▶ _ACTIVITY_
Please show every line from the entries that carries the word "with".

▶ _GIVEN DATA_
----------------------------------------

package main

import (
	"os"
	"path/filepath"
	"strings"
	"testing"

	"rolloff/configs"
	"rolloff/driver/sim"
	"rolloff/driver/transport/replay"
	"rolloff/internal/scpitest"
)

// TestProbeRecord: --record writes the session in the replay format, and
// the transcript plays back the same exchanges byte for byte.
func TestProbeRecord(t *testing.T) {
	inst := probeInstrument("\n")
	addr := scpitest.Listen(t, inst)
	file := filepath.Join(t.TempDir(), "probe.txt")
	code, _, errOut := runCLI("probe", addr, "--record", file)
	if code != 0 {
		t.Fatalf("exit %d: %s", code, errOut)
	}
	tr, err := replay.Load(file)
	if err != nil {
		t.Fatal(err)
	}
	text := string(tr.Format())
	for _, want := range []string{"> *IDN?\n< rolloff,SIM-GEN,0001,1.0\n", "> SYST:ERR?\n< -113,\"Undefined header\"\n"} {
		if !strings.Contains(text, want) {
			t.Errorf("transcript lacks %q:\n%s", want, text)
		}
	}
}

// simPersonality serves a simulated bench whose voltmeter speaks the
// given personality and returns the voltmeter's address.
func simPersonality(t *testing.T, personality string) string {
	t.Helper()
	cfg := sim.DemoConfig()
	cfg.Voltmeter.Personality = personality
	b, err := sim.New(cfg)
	if err != nil {
		t.Fatal(err)
	}
	if err := b.Start(t.Context()); err != nil {
		t.Fatal(err)
	}
	t.Cleanup(func() { b.Close() })
	return b.Addr(sim.RoleVoltmeter)
}

// TestProbeProfile: --profile checks one instrument against a profile:
// the suffixed family passes on the suffixed meter, the generic profile
// fails on it with a line saying what to put in [response].
func TestProbeProfile(t *testing.T) {
	addr := simPersonality(t, sim.PersonalitySuffixed)
	dir := t.TempDir()
	for _, n := range []string{"dmm-suffixed.toml", "dmm-scpi.toml"} {
		data, _ := configs.ReadFile(n)
		// The simulated voltmeter has no AC function.
		s := string(data)
		if i := strings.Index(s, "\n[ac]"); i >= 0 {
			s = s[:i+1]
		}
		if err := os.WriteFile(filepath.Join(dir, n), []byte(s), 0o644); err != nil {
			t.Fatal(err)
		}
	}
	code, out, errOut := runCLI("probe", addr, "--profile", filepath.Join(dir, "dmm-suffixed.toml"))
	if code != 0 || !strings.Contains(out, "0 failed") {
		t.Fatalf("suffixed family: exit %d\n%s\n%s", code, out, errOut)
	}
	code, out, _ = runCLI("probe", addr, "--profile", filepath.Join(dir, "dmm-scpi.toml"))
	if code != 1 {
		t.Fatalf("generic profile on the suffixed meter: exit %d, want 1\n%s", code, out)
	}
	if !strings.Contains(out, "FAIL dmm       identity") || !strings.Contains(out, "lenient_identity") {
		t.Errorf("no clear line for the 3-field identity:\n%s", out)
	}
}

// TestProbeProfileNoAnswer: a read-back query the instrument does not
// answer is reported as "no answer" with a suggestion, and fails the
// check; the output is never switched on.
func TestProbeProfileNoAnswer(t *testing.T) {
	inst := &scpitest.Instrument{Replies: map[string]string{"*IDN?": "rolloff,SIM-GEN,0001,1.0", "*OPC?": "1"}}
	addr := scpitest.Listen(t, inst)
	data, _ := configs.ReadFile("generator-scpi.toml")
	s := strings.Replace(string(data), `query_frequency = ""`, `query_frequency = "SOURce:FREQuency?"`, 1)
	s = strings.Replace(s, "query_timeout_s = 2.0", "query_timeout_s = 0.3", 1)
	file := filepath.Join(t.TempDir(), "gen.toml")
	if err := os.WriteFile(file, []byte(s), 0o644); err != nil {
		t.Fatal(err)
	}
	code, out, _ := runCLI("probe", addr, "--profile", file)
	if code != 1 {
		t.Fatalf("exit %d, want 1\n%s", code, out)
	}
	var line string
	for _, l := range strings.Split(out, "\n") {
		if strings.Contains(l, "commands.query_frequency") {
			line = l
		}
	}
	if !strings.HasPrefix(line, "FAIL") || !strings.Contains(line, "no answer") || !strings.Contains(line, "query_timeout_s") {
		t.Errorf("query_frequency line %q in:\n%s", line, out)
	}
	for _, l := range inst.Received() {
		if strings.Contains(l, "OUTPut ON") {
			t.Errorf("the check switched the output on: %q", l)
		}
	}
}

----------------------------------------

▶ _TASK RESULT_
// fails on it with a line saying what to put in [response].
// answer is reported as "no answer" with a suggestion, and fails the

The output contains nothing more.